# fitting A frame to tow



## wallis (Sep 27, 2007)

Hi I am considering having an A frame fitted so I can tow my Ford Fiesta 125 edge behind my Fiat Ducato 40 Maxi 130 M-Jet. Bessacarr E630 . Can any member who has had a similar unit fitted, Please let me know of their findings ,GOOD or BAD. Also are A frames allowed in France?? Yours Wallis


----------



## gnscloz (Oct 4, 2008)

hi we use car a tow braked a frame and tow renault clio. doddle to attach and general useability.
not personally towed in france but read that others do, further south in spain its dodgy .do a search loads info,
beware this topic is like marmite people love or hate them


----------



## silverdreamers (Nov 22, 2006)

Hi,
we tow a smart on a chris cox a frame no problem, but wishes we had a support under frame, which we have seen on some others.
I can fit the frame myself, and I am only small, as Peter is not so mobile. Towed in Holland, Belgium, France, Luxembourg with no problems for 3 months this year, but if you are over 12 metres in Spain you need a long vehicle sign, our friends have fitted this and towed to Marbella with no problem, but it depends. 
good luck


----------



## GerryD (Sep 20, 2007)

We have a Towtal braked A Frame but only for use in the UK. Would not consider it for France as you can park the motorhome anywhere you want in France. 
Gerry


----------



## Jented (Jan 12, 2010)

Hi.
I think i have read,where one of the british "A" frame makers,has set up two outlets in France,i could be wrong as i am going a little deaf,but read it i did.
Ted


----------



## SaddleTramp (Feb 15, 2007)

Hi, A Frames are brilliant, I have an Armitages with Jockey wheel and it is an absolute doddle to fit, If you just want to take car off, Just wind it up like a caravan unhitch and drive car away with Jockey wheel still down.

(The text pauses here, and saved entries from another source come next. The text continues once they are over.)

/**
 * The packer's day and the buyer's invoice, through the UI: the packer opens the queue, claims an
 * order, prints a pick list (the PDF downloads), records the order packed and ships it; the buyer
 * then signs in and downloads the invoice PDF. The order is the test's own: the buyer places it
 * through the API (one case each of three products others do not order) and the owner confirms it.
 */
import fs from 'node:fs'
import path from 'node:path'
import { randomUUID } from 'node:crypto'
import { PDFParse } from 'pdf-parse'
import { afterAll, beforeAll, describe, expect, it } from 'vitest'
import type { Browser } from 'playwright-core'
import { waitForMail } from '@tests/factories/mail'
import { DEMO } from '@tests/factories/api-client'
import { axeViolations, call, launch, newPage, screenshot, signIn } from './browser'

let browser: Browser
beforeAll(async () => {
  browser = await launch()
})
afterAll(async () => {
  await browser?.close()
})

const PO = `JV-E2E-${randomUUID().slice(0, 6).toUpperCase()}`
let order: { id: number; number: string } | null = null
let invoiceNumber = ''

async function pdfText(file: string) {
  const parser = new PDFParse({ data: new Uint8Array(fs.readFileSync(file)) })
  try {
    return (await parser.getText()).text
  } finally {
    await parser.destroy()
  }
}

function keep(name: string, file: string) {
  const dir = path.resolve('test-results', 'pdf')
  fs.mkdirSync(dir, { recursive: true })
  fs.copyFileSync(file, path.join(dir, name))
}

describe('the packer packs and ships; the buyer downloads the invoice', () => {
  it('an order is placed by the buyer and confirmed by the studio', async () => {
    const buyer = await newPage(browser)
    await signIn(buyer.page, 'buyerA')
    const catalogue = await call(buyer.page, 'GET', '/api/catalogue')
    const pick = ['UNS', 'GCL', 'UNS-XL'].map((sku) => {
      const item = catalogue.items.find((i: { sku: string }) => i.sku === sku)
      if (!item || item.readyCases < 1) throw new Error(`the demo has no ready case of ${sku}`)
      return item.productId as number
    })
    const placed = await call(
      buyer.page,
      'POST',
      '/api/orders',
      { lines: pick.map((productId) => ({ productId, cases: 1 })), poNumber: PO },
      { 'Idempotency-Key': randomUUID() },
    )
    order = { id: placed.order.id, number: placed.order.number }
    await buyer.context.close()

    const owner = await newPage(browser)
    await signIn(owner.page, 'owner')
    await call(owner.page, 'POST', `/api/orders/${order.id}/confirm`)
    await owner.context.close()
  })

  it('the packer claims it, prints a pick list, records it packed and ships it', async () => {
    expect(order).not.toBeNull()
    const { page, context } = await newPage(browser)
    await signIn(page, 'packer')
    await page.waitForURL(/\/packing$/)
    await page.getByRole('heading', { level: 1, name: 'Packing' }).waitFor()
    const row = page.getByRole('row').filter({ hasText: order!.number })
    await row.waitFor()
    await expect.poll(() => row.getByText('Juniper & Vine').isVisible()).toBe(true)
    await expect.poll(() => row.getByText('Not claimed').isVisible()).toBe(true)
    // No price anywhere on the packer's screen.
    expect(await page.locator('main').innerText()).not.toMatch(/\$\s?\d/)
    await page.waitForLoadState('networkidle')
    expect(await axeViolations(page)).toEqual([])
    await screenshot(page, 'packing-queue')

    await row.getByRole('button', { name: `Claim ${order!.number}` }).click()
    await expect.poll(() => page.getByText(`${order!.number} is yours to pack.`).isVisible()).toBe(true)
    await expect.poll(() => row.getByText('You').isVisible()).toBe(true)

    // Tick it for the pick list: the on-screen list appears, and the PDF downloads.
    await page.getByLabel(`Add ${order!.number} to the pick list`).check()
    const pickList = page.getByRole('heading', { level: 2, name: 'Pick list' })
    await pickList.waitFor()
    // In walking order, shelf by shelf: each shelf a heading, each lot with its product and lot code.
    await expect
      .poll(() =>
        page
          .getByRole('list', { name: /^Lots on / })
          .getByText(/^\d{6}-UNS-XL-\d{2}$/)
          .isVisible(),
      )
      .toBe(true)
    await screenshot(page, 'packing-pick-list')
    // Print opens the PDF in a tab of its own; the download link saves it.
    const [tab] = await Promise.all([
      context.waitForEvent('page'),
      page.getByRole('link', { name: /^Print pick list/ }).click(),
    ])
    await expect.poll(() => tab.url()).toContain(`/api/pick-list.pdf?orders=${order!.id}`)
    const printed = await tab.request.get(tab.url())
    expect(printed.headers()['content-type']).toMatch(/^application\/pdf/)
    await tab.close()
    const [download] = await Promise.all([
      page.waitForEvent('download'),
      page.getByRole('link', { name: 'Download pick list (PDF)' }).click(),
    ])
    const file = await download.path()
    expect(fs.readFileSync(file).subarray(0, 5).toString()).toBe('%PDF-')
    keep('e2e-pick-list.pdf', file)
    const text = await pdfText(file)
    expect(text).toContain(order!.number)
    expect(text).toMatch(/\d{6}-UNS-XL-\d{2}/)
    expect(text).not.toMatch(/\$\s?\d/)

    // The order's page: lines with lot codes, tick boxes, the packed form prefilled.
    await page.getByRole('link', { name: order!.number }).first().click()
    await page.waitForURL(/\/packing\/orders\/\d+$/)
    await page.getByRole('heading', { level: 1, name: `Order ${order!.number}` }).waitFor()
    await page
      .getByRole('list', { name: /Batch lots for UNS$/ })
      .getByText(/^\d{6}-UNS-\d{2}$/)
      .waitFor()
    for (const sku of ['UNS', 'GCL', 'UNS-XL']) await page.getByLabel(new RegExp(`^Packed ${sku} `)).check()
    await page.getByLabel('Cartons').fill('2')
    await page.getByLabel('Packed weight (g)').fill('3400')
    expect(await page.getByLabel(/^UNS-XL · /).inputValue()).toBe('8')
    await page.waitForLoadState('networkidle')
    expect(await axeViolations(page)).toEqual([])
    await screenshot(page, 'packing-order')
    expect(await page.locator('main').innerText()).not.toMatch(/\$\s?\d/)

    // A wrong count is refused with the line at fault; the right one is recorded.
    await page.getByLabel(/^GCL · /).fill('9')
    await page.getByRole('button', { name: 'Record packed' }).click()
    await expect
      .poll(() =>
        page
          .getByText(/GCL: 10 bars are allocated/)
          .first()
          .isVisible(),
      )
      .toBe(true)
    await page.getByLabel(/^GCL · /).fill('10')
    await page.getByRole('button', { name: 'Record packed' }).click()
    await expect
      .poll(() => page.getByText(`${order!.number} is packed. Ship it when the carrier comes.`).isVisible())
      .toBe(true)

    await page.getByRole('heading', { level: 2, name: 'Ship', exact: true }).waitFor()
    await page.getByLabel('Carrier').fill('UPS')
    await page.getByLabel('Tracking number').fill('1Z E2E 4471 0098')
    await screenshot(page, 'packing-ship')
    await page.getByRole('button', { name: 'Ship order' }).click()
    const shipped = page.getByText(
      new RegExp(`${order!.number} shipped\\. Invoice (\\S+) raised and sent\\.`),
    )
    await expect.poll(() => shipped.isVisible(), { timeout: 15_000 }).toBe(true)
    invoiceNumber = /Invoice (\S+) raised/.exec((await shipped.textContent()) ?? '')![1]!
    await page.getByText('1Z E2E 4471 0098').waitFor()
    await screenshot(page, 'packing-shipped')

    const mail = await waitForMail(
      DEMO.buyerA.email,
      new RegExp(`Order ${order!.number} has shipped: UPS 1Z E2E 4471 0098`),
    )
    expect(mail.attachments?.[0]?.contentType).toBe('application/pdf')
    await context.close()

    // On a phone the queue still works: the table scrolls sideways inside its card.
    const phone = await newPage(browser, { width: 375, height: 740 })
    await signIn(phone.page, 'packer')
    await phone.page.getByRole('heading', { level: 1, name: 'Packing' }).waitFor()
    await phone.page.getByRole('heading', { level: 2, name: /Packed, waiting for the carrier/ }).waitFor()
    await phone.page.waitForLoadState('networkidle')
    expect(await axeViolations(phone.page)).toEqual([])
    await screenshot(phone.page, 'packing-queue-phone')
    await phone.context.close()
  })

  it('the buyer finds the invoice and downloads its PDF', async () => {
    expect(invoiceNumber).not.toBe('')
    const { page, context } = await newPage(browser)
    await signIn(page, 'buyerA')
    await page.getByRole('link', { name: 'Invoices' }).click()
    await page.waitForURL(/\/shop\/invoices$/)
    await page.getByRole('heading', { level: 1, name: 'Invoices' }).waitFor()
    const row = page.getByRole('row').filter({ hasText: invoiceNumber })
    await row.waitFor()
    await expect.poll(() => row.getByText('Open').isVisible()).toBe(true)
    await page.waitForLoadState('networkidle')
    expect(await axeViolations(page)).toEqual([])
    await screenshot(page, 'buyer-invoices')

    const [download] = await Promise.all([
      page.waitForEvent('download'),
      row.getByRole('link', { name: `Download invoice ${invoiceNumber} (PDF)` }).click(),
    ])
    const file = await download.path()
    keep('e2e-invoice.pdf', file)
    const text = await pdfText(file)
    for (const s of [
      `Invoice ${invoiceNumber}`,
      order!.number,
      PO,
      'Juniper & Vine Mercantile Co.',
      'Net 30',
      'Amount due',
    ]) {
      expect(text).toContain(s)
    }
    expect(text).toMatch(/\$\d+\.\d{2}/)
    await context.close()
  })

  it('the owner sees it among the invoices and the receivables', async () => {
    const { page, context } = await newPage(browser)
    await signIn(page, 'owner')
    await page.getByRole('link', { name: 'Invoices' }).click()
    await page.waitForURL(/\/studio\/invoices$/)
    await page.getByRole('row').filter({ hasText: invoiceNumber }).waitFor()
    await page.waitForLoadState('networkidle')
    expect(await axeViolations(page)).toEqual([])
    await screenshot(page, 'owner-invoices')
    await page.getByRole('link', { name: invoiceNumber }).click()
    await page.getByRole('heading', { level: 1, name: `Invoice ${invoiceNumber}` }).waitFor()
    await page.waitForLoadState('networkidle')
    expect(await axeViolations(page)).toEqual([])
    await screenshot(page, 'owner-invoice')

    // A payment larger than owed is refused on the amount; a part payment is recorded.
    await page.getByRole('button', { name: 'Record a payment' }).click()
    const dialog = page.getByRole('dialog', { name: `Record a payment on ${invoiceNumber}` })
    await dialog.getByLabel('Amount').fill('99999')
    await dialog.getByRole('button', { name: 'Record payment' }).click()
    await expect
      .poll(() =>
        dialog
          .getByText(/is owed on invoice/)
          .first()
          .isVisible(),
      )
      .toBe(true)
    await screenshot(page, 'owner-payment-refused')
    await dialog.getByLabel('Amount').fill('50.00')
    await dialog.getByLabel('Method').selectOption('cheque')
    await dialog.getByLabel(/Reference/).fill('Cheque 3310')
    await dialog.getByRole('button', { name: 'Record payment' }).click()
    await expect
      .poll(() => page.getByText(`$50.00 recorded against ${invoiceNumber}.`).isVisible())
      .toBe(true)
    await expect.poll(() => page.locator('header').getByText('Part paid').isVisible()).toBe(true)
    await page.getByText('Cheque 3310', { exact: false }).waitFor()

    await page.getByRole('link', { name: 'Receivables' }).click()
    await page.waitForURL(/\/studio\/receivables$/)
    await page.getByRole('heading', { level: 2, name: 'By shop' }).waitFor()
    await page.getByRole('img', { name: /Amount owed by age/ }).waitFor()
    await page.waitForLoadState('networkidle')
    expect(await axeViolations(page)).toEqual([])
    await screenshot(page, 'owner-receivables')
    await context.close()
  })
})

Have towed in Belguim, France, Italy, Germany, Switzerland, Austria with No problem at all.

It is claimed that Towtal have opened fitting shops in France.


----------



## raynipper (Aug 4, 2008)

Hi Ted.
This is Car-A-Tow.

I have towed several Citroens on a Car-A-Tow A frame in France for many years. Maybe I have been lucky and the only times the Gendarmes have checked the set up was to confirm it was a braked system.

Ray.


----------



## Touchwood_RV (May 1, 2005)

Hi Jented,

I remember that and thought it was TOWtal, but there is nothing on their website about it.

Wallis: 

I have used Car-a-tow and TOWtal and have a preference for TOWtal quality, service and support, I tow an almost 3000KG car on TOWtal supplied and fitted frame, I just love the confidence of connect and tow (almost forget), but as for manufacturer each to their own, everyone will have a good reason why you should not use this that or the other company.


----------



## 100127 (Jul 20, 2006)

I have towed a car on an A frame in France and Italy with no problem, BUT you had better read this before you continue with the purchase of one

http://www.ukmotorhomes.net/a-frames.shtml

Bob


----------



## Touchwood_RV (May 1, 2005)

As the article says don’t make any assumptions, which is sound advice, if it is inertia braking systems that becomes the actual problem, maybe a move towards a proportional braking system is the way forward?


----------



## SaddleTramp (Feb 15, 2007)

This is the <<< French >>> section of Towtal's website where it states they have fitting shops in France.

Here is a list of Installers in France < French Installers > so I think it is safe to say that A Frames are legal in France


----------



## raynipper (Aug 4, 2008)

Here is Car-A-Tow's list of fitting agents including the one in France.

http://www.caratow.com/agents.php

Ray.


----------



## aultymer (Jun 20, 2006)

Had no problems with overrun braked 'A' frame Matiz thru France and Italy for 6 weeks this year.
Great thing about buying an overrun system now is that if the law changes you can always lock the overrun and add on an electrical system later. If you buy electrical system and they get banned then you need to buy a new overun fitted frame.
We fitted a Car a Tow system and am happy with it but other systems are available. We based our choice on the way complaints were dealt with by each supplier.


----------



## tony645 (Sep 26, 2010)

Seems to be 2 threads on this now lol


----------



## SaddleTramp (Feb 15, 2007)

tony645 said:


> Seems to be 2 threads on this now lol


I think the other thread is one for sale isn't it ?.


----------



## tony645 (Sep 26, 2010)

yes but I posted on that one before I saw this one, justed added my experience with one in Germany


----------



## aultymer (Jun 20, 2006)

Other one for sale can hardly be called an 'A' frame!!
Looks like it attaches with webbing and has no brake facility at all.


----------



## zappy61 (May 1, 2005)

SteveRV said:


> As the article says don't make any assumptions, which is sound advice, if it is inertia braking systems that becomes the actual problem, maybe a move towards a proportional braking system is the way forward?


Like the Brakebuddy, I would not be without mine.

Graham


----------



## SaddleTramp (Feb 15, 2007)

aultymer said:


> Other one for sale can hardly be called an 'A' frame!!
> Looks like it attaches with webbing and has no brake facility at all.


Yes it is an "Original" A-Frame for use by Garages etc, It can be used in conjunction with a Brake Buddy but it is one of those that you have to fasten the straps around the front wishbones etc, to clamp it, it also usually means that in wet weather you have to at least get your knees wet.

If you have a low plastic front on your Tow Car it wont fit.


----------